- _Data listing_
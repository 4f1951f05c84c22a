"""``filmoptic rate``: deposition rate from calibration runs, and the time for the next run."""

from __future__ import annotations

import click

from filmoptic.cli._common import emit_json, json_option, print_table, to_jsonable, user_errors


#: Below this χ² probability the runs are said to scatter more than their uncertainties allow
#: (the usual 5 % significance level; common practice).
CHI2_WARNING_PROBABILITY = 0.05


def _fmt_time(seconds: float) -> str:
    minutes, secs = divmod(seconds, 60.0)
    return f"{seconds:.0f} s ({int(minutes)} min {secs:.0f} s)" if seconds >= 60 else f"{seconds:.1f} s"


def _pm(sigma, fmt: str) -> str:
    return "" if sigma is None else f" ± {format(sigma, fmt)}"


@click.command()
@click.option(
    "--run", "runs", multiple=True, required=True, metavar="DURATION:THICKNESS",
    help="A calibration run (repeatable): its deposition time (300s, 5min, 5min30s, 1h 5min, or a "
         "stopwatch time 5:30) and the thickness it gave: a length (21.8nm, or 218A in Å as a crystal "
         "monitor shows it), with its standard uncertainty when known "
         "(21.8nm+-0.4nm, 21.8nm±0.4nm or 21.8nm+-2%); 'monitor=LENGTH' for a crystal-monitor "
         "reading (needs --tooling; the same +- accepted); or a 'filmoptic solve --json' output file "
         "(its solution's thickness_nm, with half the low_nm..high_nm interval as the "
         "uncertainty; when the file lists several solutions, FILE.json#N takes the N-th, as "
         "numbered in the solve table). Give an uncertainty for every run or for none.",
)
@click.option("--target", metavar="THICKNESS", help="Thickness wanted from the next run, e.g. 15nm or 150A.")
@click.option(
    "--tooling", type=float, metavar="FACTOR",
    help="Crystal-monitor tooling factor: measured ÷ indicated thickness. Converts monitor=… runs "
         "and gives the monitor end point for --target.",
)
@click.option(
    "--through-origin/--with-offset", default=None,
    help="Fit the rate alone through the origin, or the rate and a start-up offset. Default: "
         "through the origin for one run, with an offset for two or more.",
)
@json_option
def rate(runs, target, tooling, through_origin, as_json):
    """Deposition rate from calibration runs, and the time for the next run.

    Each run is a timed deposition and the thickness it produced. The thickness grows as

        thickness = rate × time + offset

    where the offset (usually negative) is what the start-up of the source costs; its dead time is
    -offset/rate. Two or more runs fit both by least squares; one run fixes the rate through the
    origin. The rate is given in nm/s and in Å/s, as crystal monitors show it.

    Uncertainties are one standard deviation. When every run's thickness carries one (written
    21.8nm+-0.4nm, or from a solve file made with --uncertainty), the fit is weighted by 1/σ² and
    the runs' uncertainties are carried into the rate, the offset and the time for --target,
    including the correlation between rate and offset; this works with two runs too. With three
    or more such runs, χ² says whether the runs scatter more than their uncertainties allow.
    Without uncertainties they come from the scatter about the line (three runs or more; two runs
    fix the line exactly and give none).

    Examples:

    \b
        filmoptic rate --run 4min:9.1nm --run 10min:21.8nm --target 15nm
        filmoptic rate --run 4min:9.1nm+-0.3nm --run 10min:21.8nm+-0.4nm --target 15nm

    A thickness can come straight from a solve result, with its interval as the uncertainty:

    \b
        filmoptic solve "Ti ? / glass 4mm" --reading 318/1045 --source A \\
            --uncertainty 2% --json > run2.json
        filmoptic rate --run 4min:run2.json --run 10min:21.8nm+-0.4nm --target 15nm

    The rate drifts with target wear, pressure and power; check it regularly.
    """
    from filmoptic.inverse.rate import fit_rate, parse_run
    from filmoptic.units import parse_length_nm

    with user_errors():
        parsed = [parse_run(text, tooling_factor=tooling) for text in runs]
        target_nm = None if target is None else parse_length_nm(target, what="--target", allow_zero=False)
        fit = fit_rate(parsed, target_nm=target_nm, tooling_factor=tooling, through_origin=through_origin)

    if as_json:
        # Å and Å/s beside nm and nm/s: crystal monitors show Å.
        emit_json({**to_jsonable(fit), "rate_angstrom_per_s": 10.0 * fit.rate_nm_per_s,
                   "rate_sigma_angstrom_per_s": None if fit.rate_sigma_nm_per_s is None
                   else 10.0 * fit.rate_sigma_nm_per_s})
        return
    rows = [
        [r.source, f"{r.duration_s:g}", f"{r.thickness_nm:.2f}{_pm(r.sigma_nm, '.2f')}",
         f"{fit.rate_nm_per_s * r.duration_s + fit.offset_nm:.2f}"]
        for r in fit.runs
    ]
    print_table(["run thickness", "time (s)", "thickness (nm)", "fitted (nm)"], rows, title="Calibration runs")
    click.echo("")
    angstrom_sigma = None if fit.rate_sigma_nm_per_s is None else 10 * fit.rate_sigma_nm_per_s
    click.echo(
        f"Rate:    {fit.rate_nm_per_s:.4g}{_pm(fit.rate_sigma_nm_per_s, '.2g')} nm/s "
        f"= {10 * fit.rate_nm_per_s:.4g}{_pm(angstrom_sigma, '.2g')} Å/s "
        f"({fit.rate_nm_per_s * 60:.4g} nm/min)"
    )
    if fit.through_origin:
        click.echo("Offset:  0 (fitted through the origin)")
    else:
        dead = f" (dead time {fit.dead_time_s:.3g}{_pm(fit.dead_time_sigma_s, '.2g')} s)" if fit.offset_nm < 0 else ""
        click.echo(f"Offset:  {fit.offset_nm:.3g}{_pm(fit.offset_sigma_nm, '.2g')} nm{dead}")
    if fit.rate_sigma_nm_per_s is None:
        click.echo("Uncertainty: not available (the runs determine the line exactly); add a run, or give "
                   "each run's thickness uncertainty (10min:21.8nm+-0.4nm).")
    elif fit.weighted:
        click.echo("Uncertainties: the runs' thickness uncertainties, propagated (weighted fit).")
        if fit.chi2_probability is not None:
            dof = fit.degrees_of_freedom
            click.echo(f"Fit check: χ² = {fit.chi2:.3g} for {dof} degree{'s' if dof != 1 else ''} of freedom "
                       f"(probability {fit.chi2_probability:.2g}).")
            if fit.chi2_probability < CHI2_WARNING_PROBABILITY:
                click.echo("  The runs scatter more than their uncertainties allow: the uncertainties may be "
                           "understated, or the rate changed between runs. Treat the error bars with care.")
    if fit.time_s is not None:
        click.echo(
            f"Time for {fit.target_nm:g} nm: {_fmt_time(fit.time_s)}"
            f"{_pm(fit.time_sigma_s, '.2g')}{' s' if fit.time_sigma_s is not None else ''}"
        )
        if fit.monitor_endpoint_nm is not None:
            click.echo(f"Crystal monitor end point: {fit.monitor_endpoint_nm:.2f} nm "
                       f"({10 * fit.monitor_endpoint_nm:.1f} Å) indicated")
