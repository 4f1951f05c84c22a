"""``filmoptic solve``: the thickness that meets a target or explains a reading.

The condition options are shared with ``filmoptic compare`` (:func:`condition_options` and
:func:`build_conditions`), so both commands accept exactly the same targets.
"""

from __future__ import annotations

import math
import re
from dataclasses import dataclass
from pathlib import Path

import click

from filmoptic.cli.anodize import law_from_options, law_options, volts_from_option
from filmoptic.cli._common import (
    FiniteFloatRange,
    ambient_option,
    angle_option,
    check_plot_path,
    echo_caution,
    emit_json,
    extrapolate_option,
    json_option,
    percent,
    print_table,
    save_plot,
    to_jsonable,
    user_errors,
    write_atomically,
    echo_surface_oxides,
    warn_thin_metal,
)

#: Luminous transmittance below which a caution about eye protection is printed (common practice:
#: welding and sun filters start far below this, and nobody should take a computed one for them).
EYE_CAUTION_BELOW = 0.10
EYE_CAUTION = (
    "a luminous transmittance below 10 % was asked for or computed. A computed filter is no eye "
    "protection for sun, welding or laser viewing: such filters need certified measurement over the "
    "UV, visible and IR to the applicable standard."
)

_CONDITION_OPTIONS = [
    click.option("--luminous-T", "luminous_t", metavar="VALUE",
                 help="Luminous transmittance to reach (ISO 9050, D65 unless --illuminant), e.g. 30% or 0.3."),
    click.option("--luminous-R", "luminous_r", metavar="VALUE",
                 help="Luminous reflectance to reach, seen from the coated side (--side reverse: "
                      "from the substrate side)."),
    click.option("--T-at", "t_at", multiple=True, metavar="WL=VALUE",
                 help="Transmittance at one wavelength (nm), e.g. 550=40%. Repeatable."),
    click.option("--R-at", "r_at", multiple=True, metavar="WL=VALUE",
                 help="Reflectance at one wavelength (nm), e.g. 633=0.5. Repeatable."),
    click.option("--lab", "lab", multiple=True, metavar="L,a,b",
                 help="Colour to match, as CIELAB under the illuminant; nearest by ΔE00. Repeatable."),
    click.option("--hex", "hex_", multiple=True, metavar="#RRGGBB",
                 help="Colour to match, as an sRGB colour; nearest by ΔE00. Repeatable."),
    click.option("--appearance", type=click.Choice(["reflected", "transmitted"]), default="reflected",
                 show_default=True, help="Whether --lab/--hex colours are seen in reflection or transmission."),
    click.option("--side", type=click.Choice(["front", "reverse"]), default="front", show_default=True,
                 help="Look from the coated side (front) or through the substrate (reverse)."),
    click.option("--illuminant", default="D65", show_default=True, metavar="NAME",
                 help="Illuminant for luminous values and colours (D65, A, F11, … or a spectrum file)."),
    click.option("--reading", metavar="VALUE",
                 help="A measured transmittance reading: a fraction (0.304), a percentage (30.4%) or the "
                      "raw numbers off the meter, SAMPLE/REFERENCE or SAMPLE/REFERENCE/DARK, with or without "
                      "a unit on every number (318/1045, 318lx/1045lx, 2.3V/7.1V/0.02V, 12.1uA/40.2uA; V, mV, "
                      "uA, nA, lx, W, mW, counts). Numbers with different units are refused."),
    click.option("--dark", metavar="VALUE",
                 help="The meter's reading with the light blocked (e.g. 0.02V), subtracted from sample and "
                      "reference: (S - D)/(R - D). Or give it as the third number of --reading."),
    click.option("--source", default="D65", show_default=True, metavar="LIGHT",
                 help="Light of the reading: an illuminant (A for a halogen lamp, D65, …), laser:WL for a "
                      "laser line, led:WL/FWHM for an LED (Gaussian; led:WL alone takes a 25 nm width and "
                      "says so), or a two-column spectrum file."),
    click.option("--detector", default="photopic", show_default=True, metavar="SENSOR",
                 help="photopic (a lux meter), flat (a power meter or thermal sensor), silicon (a silicon "
                      "photodiode, typical published response; also 'si') or a two-column response file."),
    click.option("--reference", type=click.Choice(["open", "bare"]), default="open", show_default=True,
                 help="The reading is relative to the open beam, or to an uncoated piece of the same substrate."),
    click.option("--uncertainty", metavar="U",
                 help="Uncertainty of every condition: N% is N percent of the value (2% of a 30 % reading "
                      "is ±0.6 points), Npp is N percentage points (2pp is ±2 points), a bare number is in "
                      "the condition's own unit (a fraction, 0.02; ΔE00 for colours). Turns each solution "
                      "into an interval; the output says which kind it was."),
]
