"""``filmoptic spectrum``: reflectance, transmittance and absorptance of a stack."""

from __future__ import annotations

import click

from filmoptic.cli._common import (
    WavelengthsType,
    ambient_option,
    angle_option,
    check_output_path,
    check_plot_path,
    echo_caution,
    emit_json,
    extrapolate_option,
    json_option,
    percent,
    print_table,
    progress,
    save_plot,
    user_errors,
    write_atomically,
)

__all__ = ["spectrum"]

# Grids larger than this (wavelengths × layers) run in blocks behind a progress bar on a terminal.
_PROGRESS_FROM = 2_000_000
# A stack that passes light but blocks it somewhere below this transmittance works as a filter:
# remind the user that a computed filter is not eye protection.
_BLOCKING_T = 0.01


@click.command()
@click.argument("stack")
@click.option(
    "--wl", "wl", type=WavelengthsType(), default="380:780:5", show_default=True,
    help="Wavelengths in nm: START:STOP:STEP (both ends included) or a comma list like 532,633.",
)
@angle_option
@click.option(
    "--pol", "--polarization", "polarization", type=click.Choice(["s", "p", "unpolarized"], case_sensitive=False),
    default="unpolarized", show_default=True,
    help="Polarisation of the incident light; unpolarized is the mean of s and p.",
)
@click.option(
    "--reverse", is_flag=True,
    help="Send the light in from the substrate side instead of the coated side.",
)
@ambient_option
@extrapolate_option
@click.option("--csv", "csv_path", metavar="FILE",
              help="Also write the table to FILE: wavelength_nm,R,T,A as fractions, with a header.")
@click.option("--plot", "plot_path", metavar="FILE",
              help="Draw R, T and A against wavelength into FILE (.png, .svg or .pdf).")
@json_option
def spectrum(stack, wl, angle, polarization, reverse, ambient, extrapolate, csv_path,
             plot_path, as_json):
    """Reflectance, transmittance and absorptance of STACK.

    STACK lists the items in the order the light meets them, separated by ' / '; the last one
    is the substrate. Every thickness carries a unit. Layers in nm or um are thin (they
    interfere); an item in mm is a thick slab whose two faces both count, with the ambient
    behind it. A substrate without a thickness is a half-space: only its front face counts.
    [A 55nm / B 92nm]x4 repeats a group. A material is a library name (see 'filmoptic
    materials'), NAME:DATASET, a constant index (n=1.46, n=2.54+3.43j), a model
    (cauchy(A,B,C) with the wavelength in um), a mix (mix(Ti,TiO2,30%)) or file:PATH.

    \b
        filmoptic spectrum "Ti 12nm / glass 3mm"
        filmoptic spectrum "[TiO2 55nm / SiO2 92nm]x4 / glass 1mm" --wl 400:900:2 --plot hr.png
        filmoptic spectrum "MgF2 100nm / glass" --angle 45 --pol s --json

    R is the light reflected back into the ambient, T the light that comes out behind the
    stack (into a half-space substrate, or through a thick one into the medium behind it) and
    A = 1 - R - T the light the stack absorbs. The table shows percent; --json and --csv give
    fractions. With --reverse the light comes from the substrate side and --angle is measured
    in the medium there.

    Results are computed from published optical constants, not measured: real films differ
    (density, oxidation, roughness, interdiffusion). Never trust a computed filter for sun,
    welding or laser viewing; use certified protective equipment.
    """
    import warnings

    import numpy as np

    from filmoptic.engine import compute
    from filmoptic.stack import parse_stack

    with user_errors():
        if plot_path is not None:
            check_plot_path(plot_path)
        if csv_path is not None:
            check_output_path(csv_path, "--csv file")
        parsed = parse_stack(stack, ambient=ambient)
        if parsed.parameters:
            names = ", ".join(p.name for p in parsed.parameters)
            raise click.UsageError(
                f"the stack has unknowns ({names}); spectrum needs numbers — use 'filmoptic sweep' "
                "or 'filmoptic solve' for unknown thicknesses"
            )
        with warnings.catch_warnings(record=True) as caught:
            warnings.simplefilter("always", UserWarning)
            # An absorbing half-space substrate: light entering it never comes out.
            opaque = not parsed.substrate_passes_light(wl, extrapolate=extrapolate)
            if reverse and opaque:
                raise click.UsageError(
                    f"--reverse: light would have to arrive through {parsed.substrate.text}, an "
                    "absorbing half-space rather than a transparent medium; give the substrate a "
                    "thickness (e.g. '"
                    f"{parsed.substrate.text} 0.5mm') to light the part from behind"
                )
            result = _compute_with_progress(compute, parsed, wl, angle, polarization,
                                            reverse, extrapolate)
        for message in dict.fromkeys(str(w.message) for w in caught):
            click.echo(f"filmoptic: warning: {' '.join(message.split())}", err=True)
        if opaque:
            click.echo(
                f"filmoptic: note: the substrate {parsed.substrate.text} is an absorbing half-space: "
                "T is the light that enters it and is absorbed there, nothing comes out behind it "
                f"(write a thickness, e.g. '{parsed.substrate.text} 1mm', for a slab)",
                err=True,
            )

        if csv_path:
            write_atomically(csv_path, lambda fh: _write_csv(fh, result))
        if plot_path:
            from filmoptic.plots.spectrum import plot_spectrum

            save_plot(plot_spectrum(result, title=_title(parsed, angle, polarization, reverse)), plot_path)

    if np.min(result.T) < _BLOCKING_T and np.max(result.T) > 1e-6:
        echo_caution(
            "where this stack blocks light, the figures are computed, not measured: never use a "
            "computed filter for sun, welding or laser viewing; rely on certified protective "
            "equipment and measurement."
        )
    if as_json:
        emit_json({
            "stack": parsed.text,
            "ambient": str(parsed.ambient),
            "angle_deg": angle,
            "polarization": result.polarization,
            "reverse": bool(reverse),
            "wavelength_nm": result.wavelength_nm,
            "R": result.R,
            "T": result.T,
            "A": result.A,
        })
        return
    click.echo(_title(parsed, angle, polarization, reverse))
    rows = [
        [f"{w:g}", percent(r), percent(t), percent(a)]
        for w, r, t, a in zip(result.wavelength_nm, result.R, result.T, result.A)
    ]
    print_table(["wavelength_nm", "R %", "T %", "A %"], rows)
    if csv_path:
        click.echo(f"wrote {csv_path}")
    if plot_path:
        click.echo(f"wrote {plot_path}")


def _title(parsed, angle, polarization, reverse) -> str:
    side = "from the substrate side" if reverse else "from the coated side"
    return (f"Stack: {parsed.text}  (ambient {parsed.ambient}; light {side}, "
            f"{angle:g}° incidence, {polarization})")


def _compute_with_progress(compute, parsed, wavelengths, angle, polarization, reverse, extrapolate):
    """One call for ordinary grids; on a very large grid, blocks of wavelengths with a bar."""
    import numpy as np

    from filmoptic.engine import Spectrum, check_work, interface_count

    kwargs = dict(angle_deg=angle, polarization=polarization, reverse=reverse, extrapolate=extrapolate)
    size = wavelengths.size * (len(parsed.layers) + 1)
    if size < _PROGRESS_FROM:
        return compute(parsed, wavelengths, **kwargs)
    check_work(wavelengths.size, interface_count(parsed))
    # Check every table against the whole grid first, so that a range error names the far end
    # of the request rather than the end of whichever block happened to fail.
    ends = np.array([wavelengths.min(), wavelengths.max()])
    materials = [layer.material for layer in (*parsed.layers, parsed.substrate)]
    for material in dict.fromkeys([parsed.ambient, *materials, parsed.exit_medium]):
        material.nk(ends, extrapolate=extrapolate)
    blocks = np.array_split(wavelengths, int(np.ceil(size / (_PROGRESS_FROM / 10))))
    parts = []
    with progress(len(blocks), "computing") as advance:
        for block in blocks:
            parts.append(compute(parsed, block, **kwargs))
            advance(1)
    return Spectrum(
        wavelength_nm=wavelengths, angle_deg=parts[0].angle_deg, polarization=parts[0].polarization,
        R=np.concatenate([p.R for p in parts]), T=np.concatenate([p.T for p in parts]),
        A=np.concatenate([p.A for p in parts]),
    )


def _write_csv(fh, result) -> None:
    fh.write("wavelength_nm,R,T,A\n")
    for w, r, t, a in zip(result.wavelength_nm, result.R, result.T, result.A):
        fh.write(f"{w:.10g},{r:.12g},{t:.12g},{a:.12g}\n")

- _Aim of the exercise_
Every line above from the line with "angstrom_sigma = None" to the line with "run's thickness uncertainty", inclusive, must be returned exactly; no other line belongs in the reply.

- _Answer for this exercise_
    angstrom_sigma = None if fit.rate_sigma_nm_per_s is None else 10 * fit.rate_sigma_nm_per_s
    click.echo(
        f"Rate:    {fit.rate_nm_per_s:.4g}{_pm(fit.rate_sigma_nm_per_s, '.2g')} nm/s "
        f"= {10 * fit.rate_nm_per_s:.4g}{_pm(angstrom_sigma, '.2g')} Å/s "
        f"({fit.rate_nm_per_s * 60:.4g} nm/min)"
    )
    if fit.through_origin:
        click.echo("Offset:  0 (fitted through the origin)")
    else:
        dead = f" (dead time {fit.dead_time_s:.3g}{_pm(fit.dead_time_sigma_s, '.2g')} s)" if fit.offset_nm < 0 else ""
        click.echo(f"Offset:  {fit.offset_nm:.3g}{_pm(fit.offset_sigma_nm, '.2g')} nm{dead}")
    if fit.rate_sigma_nm_per_s is None:
        click.echo("Uncertainty: not available (the runs determine the line exactly); add a run, or give "
                   "each run's thickness uncertainty (10min:21.8nm+-0.4nm).")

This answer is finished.